| EXERCISE MATERIAL |

_ _ _

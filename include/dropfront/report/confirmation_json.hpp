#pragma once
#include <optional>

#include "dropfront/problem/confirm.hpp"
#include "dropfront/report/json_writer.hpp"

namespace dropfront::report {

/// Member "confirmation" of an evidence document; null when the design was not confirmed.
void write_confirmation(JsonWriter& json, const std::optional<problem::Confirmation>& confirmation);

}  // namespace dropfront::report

_ _ _

| WHAT YOU NEED TO DO |
Take the listing above and write it out again exactly.

| ANSWER FOR THE TASK |
filename include/dropfront/report/confirmation_json.hpp
#pragma once
#include <optional>

#include "dropfront/problem/confirm.hpp"
#include "dropfront/report/json_writer.hpp"

namespace dropfront::report {

/// Member "confirmation" of an evidence document; null when the design was not confirmed.
void write_confirmation(JsonWriter& json, const std::optional<problem::Confirmation>& confirmation);

}  // namespace dropfront::report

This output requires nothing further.